Quest’idea nasce da alcuni ritrovamenti effettuati nei fondali marini. Il primo, nel Mar Ligure, in cui furono portate alla luce anfore di età greco-romana contenenti vino in discrete condizioni, data l’età dei relitti.

Il secondo episodio, il più importante a luglio del 2010. Vennero ritrovate a fianco dei resti di una nave affondata nel Mar Baltico un centinaio di bottiglie di champagne risalenti al 1780, si presume facessero parte di una partita che Luigi XVI stava mandando allo zar Pietro il Grande.
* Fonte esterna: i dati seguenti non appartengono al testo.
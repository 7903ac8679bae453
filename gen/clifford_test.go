package gen

import (
	"fmt"
	"math"
	"math/cmplx"
	"strings"
	"testing"

	"pgregory.net/rapid"
)

// Dense check of Clifford circuits, independent of the generator: gate
// matrices from Nielsen & Chuang (§4.2 and Fig. 4.3), the convention of
// DESIGN.md (qubit 0 is the least significant bit of a basis index; cx's
// first operand is the control).

var oneQubit = map[string][4]complex128{ // row-major 2×2
	"h": {complex(1/math.Sqrt2, 0), complex(1/math.Sqrt2, 0), complex(1/math.Sqrt2, 0), complex(-1/math.Sqrt2, 0)},
	"s": {1, 0, 0, 1i},
	"x": {0, 1, 1, 0},
	"y": {0, -1i, 1i, 0},
	"z": {1, 0, 0, -1},
}

// denseOf returns the 2^n × 2^n matrix of a gate list (time order) as
// row-major data, by applying each gate to the columns of the identity.
func denseOf(n int, ops []denseOp) ([]complex128, error) {
	d := 1 << n
	u := make([]complex128, d*d)
	for i := range d {
		u[i*d+i] = 1
	}
	for _, op := range ops {
		if op.name == "cx" {
			c, t := op.qubits[0], op.qubits[1]
			for i := range d {
				if i>>c&1 == 1 && i>>t&1 == 0 { // swap rows i and i+2^t
					j := i | 1<<t
					for col := range d {
						u[i*d+col], u[j*d+col] = u[j*d+col], u[i*d+col]
					}
				}
			}
			continue
		}
		g, ok := oneQubit[op.name]
		if !ok || len(op.qubits) != 1 {
			return nil, fmt.Errorf("gate %s%v is not h, s, cx or a Pauli", op.name, op.qubits)
		}
		q := op.qubits[0]
		for i := range d {
			if i>>q&1 == 1 {
				continue
			}
			j := i | 1<<q
			for col := range d {
				a, b := u[i*d+col], u[j*d+col]
				u[i*d+col] = g[0]*a + g[1]*b
				u[j*d+col] = g[2]*a + g[3]*b
			}
		}
	}
	return u, nil
}

type denseOp struct {
	name   string
	qubits []int
}

// pauliMatrix returns the matrix of the Pauli string (letter k on qubit k).
func pauliMatrix(s string) []complex128 {
	n := len(s)
	d := 1 << n
	m := make([]complex128, d*d)
	for col := range d {
		row, amp := col, complex(1, 0)
		for q := range n {
			b := col >> q & 1
			switch s[q] {
			case 'X':
				row ^= 1 << q
			case 'Y':
				row ^= 1 << q
				amp *= []complex128{1i, -1i}[b]
			case 'Z':
				amp *= []complex128{1, -1}[b]
			}
		}
		m[row*d+col] = amp
	}
	return m
}

// pauliCache holds the matrices of Pauli strings already built (tests in this
// package do not run in parallel).
var pauliCache = map[string][]complex128{}

// pauliStrings lists all 4^n Pauli strings on n qubits.
func pauliStrings(n int) []string {
	out := []string{""}
	for range n {
		var next []string
		for _, s := range out {
			for _, c := range "IXYZ" {
				next = append(next, s+string(c))
			}
		}
		out = next
	}
	return out
}

// cliffordClass returns the images, with signs, of X_k and Z_k under the
// unitary u (row-major, 2^n × 2^n): the class of u in the Clifford group
// modulo phase (a Clifford is fixed up to phase by its action on these
// generators; Nielsen & Chuang §10.5.2). It fails if some image is not ± a
// Pauli string: then u is not Clifford.
func cliffordClass(n int, u []complex128) (string, error) {
	d := 1 << n
	var parts []string
	for k := range n {
		for _, letter := range "XZ" {
			gen := []byte(strings.Repeat("I", n))
			gen[k] = byte(letter)
			img := conjugateDense(u, pauliMatrix(string(gen)), d)
			s, err := asPauli(img, n)
			if err != nil {
				return "", fmt.Errorf("U %s U†: %v", gen, err)
			}
			parts = append(parts, s)
		}
	}
	return strings.Join(parts, " "), nil
}

// conjugateDense returns U·P·U† for row-major d×d matrices.
func conjugateDense(u, p []complex128, d int) []complex128 {
	up := make([]complex128, d*d)
	for i := range d {
		for k := range d {
			if x := u[i*d+k]; x != 0 {
				for j := range d {
					up[i*d+j] += x * p[k*d+j]
				}
			}
		}
	}
	out := make([]complex128, d*d)
	for i := range d {
		for j := range d {
			var s complex128
			for k := range d {
				s += up[i*d+k] * cmplx.Conj(u[j*d+k])
			}
			out[i*d+j] = s
		}
	}
	return out
}

// asPauli names the Hermitian matrix m as "±" and a Pauli string if it is
// one (within 1e-9), else returns an error. Decomposition: m = Σ_s c_s P_s
// with c_s = tr(P_s m)/d (the Pauli strings are an orthogonal basis under the
// trace inner product; Nielsen & Chuang §2.1.8); m is ± a Pauli string
// exactly when one coefficient is ±1.
func asPauli(m []complex128, n int) (string, error) {
	d := 1 << n
	for _, s := range pauliStrings(n) {
		p := pauliCache[s]
		if p == nil {
			p = pauliMatrix(s)
			pauliCache[s] = p
		}
		var c complex128 // tr(P m) = Σ_ij P_ij m_ji
		for i := range d {
			for j := range d {
				if p[i*d+j] != 0 {
					c += p[i*d+j] * m[j*d+i]
				}
			}
		}
		c /= complex(float64(d), 0)
		switch {
		case cmplx.Abs(c-1) < 1e-9:
			return "+" + s, nil
		case cmplx.Abs(c+1) < 1e-9:
			return "-" + s, nil
		case cmplx.Abs(c) > 1e-9:
			return "", fmt.Errorf("has a component %.3g on %s, not ±1", c, s)
		}
	}
	return "", fmt.Errorf("is zero")
}

func opsOf(c cliffordOps) []denseOp {
	out := make([]denseOp, len(c))
	for i, op := range c {
		out[i] = denseOp{op.name, op.qubits}
	}
	return out
}

func TestCliffordGeneratorInternal(t *testing.T) {
	g := rapid.Custom(func(t *rapid.T) cliffordOps { return drawClifford(t, 2) })
	seen := map[string]int{}
	for seed := range 20000 {
		u, err := denseOf(2, opsOf(g.Example(seed)))
		if err != nil {
			t.Fatal(err)
		}
		class, err := cliffordClass(2, u)
		if err != nil {
			t.Fatal(err)
		}
		seen[class]++
	}
	t.Logf("%d classes", len(seen))
}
Grazie al simbolo di una piccola ancora sul tappo si risalì alla provenienza dell’azienda produttrice: Veuve Clicquot, la prima ad assaggiarne il contenuto fu un’enologa finlandese che descrisse il vino come in ottime condizioni, dal colore oro scuro e dal sapore molto intenso e deciso. Una fortuna per l’azienda che mise all’asta le bottiglie per un valore di partenza di 53.000 euro l’una.

Ma come fece il vino a resistere tutti quegli anni?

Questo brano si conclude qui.